[Saved entries]
- Opening Delimiter -

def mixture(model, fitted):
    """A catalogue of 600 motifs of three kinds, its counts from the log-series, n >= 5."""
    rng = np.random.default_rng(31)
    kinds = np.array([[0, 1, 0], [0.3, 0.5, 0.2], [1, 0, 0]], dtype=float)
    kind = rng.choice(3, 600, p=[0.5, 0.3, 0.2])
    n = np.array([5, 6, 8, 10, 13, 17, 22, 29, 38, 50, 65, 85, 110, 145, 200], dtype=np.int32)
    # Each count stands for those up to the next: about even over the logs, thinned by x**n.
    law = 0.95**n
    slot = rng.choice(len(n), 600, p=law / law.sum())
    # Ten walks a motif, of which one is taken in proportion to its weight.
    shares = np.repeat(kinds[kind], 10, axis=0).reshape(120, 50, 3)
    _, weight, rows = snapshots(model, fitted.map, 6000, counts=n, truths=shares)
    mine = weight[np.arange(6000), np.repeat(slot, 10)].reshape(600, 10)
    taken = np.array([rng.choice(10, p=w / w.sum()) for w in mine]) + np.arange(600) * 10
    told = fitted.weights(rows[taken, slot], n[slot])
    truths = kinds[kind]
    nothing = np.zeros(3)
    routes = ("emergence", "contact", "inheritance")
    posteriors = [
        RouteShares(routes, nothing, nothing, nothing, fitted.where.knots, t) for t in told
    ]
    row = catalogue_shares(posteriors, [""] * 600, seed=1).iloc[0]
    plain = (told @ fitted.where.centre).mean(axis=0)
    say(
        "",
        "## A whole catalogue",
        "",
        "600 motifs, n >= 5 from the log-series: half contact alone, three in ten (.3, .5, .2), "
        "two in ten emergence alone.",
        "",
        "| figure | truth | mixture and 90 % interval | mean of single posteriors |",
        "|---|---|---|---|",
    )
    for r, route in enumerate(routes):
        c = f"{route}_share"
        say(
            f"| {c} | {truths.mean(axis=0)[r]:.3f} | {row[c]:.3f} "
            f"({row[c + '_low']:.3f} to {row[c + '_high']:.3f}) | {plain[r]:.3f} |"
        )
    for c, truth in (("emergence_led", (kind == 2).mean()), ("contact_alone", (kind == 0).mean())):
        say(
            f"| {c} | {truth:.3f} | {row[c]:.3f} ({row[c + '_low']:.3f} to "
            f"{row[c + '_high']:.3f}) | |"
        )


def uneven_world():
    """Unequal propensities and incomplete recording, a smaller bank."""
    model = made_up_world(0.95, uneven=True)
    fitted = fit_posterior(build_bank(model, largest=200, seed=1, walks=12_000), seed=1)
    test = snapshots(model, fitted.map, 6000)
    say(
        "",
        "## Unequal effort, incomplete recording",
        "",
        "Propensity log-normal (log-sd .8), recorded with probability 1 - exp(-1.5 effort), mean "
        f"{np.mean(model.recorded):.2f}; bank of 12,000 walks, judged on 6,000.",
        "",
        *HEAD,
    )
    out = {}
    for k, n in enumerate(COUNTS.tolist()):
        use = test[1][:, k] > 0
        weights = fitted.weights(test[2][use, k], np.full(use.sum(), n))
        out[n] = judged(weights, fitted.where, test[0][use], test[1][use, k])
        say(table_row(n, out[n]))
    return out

- Closing Delimiter -

Task objective:
From the entries above, copy every line containing the word "enumerate".

Response to this exercise:
    for r, route in enumerate(routes):
    for k, n in enumerate(COUNTS.tolist()):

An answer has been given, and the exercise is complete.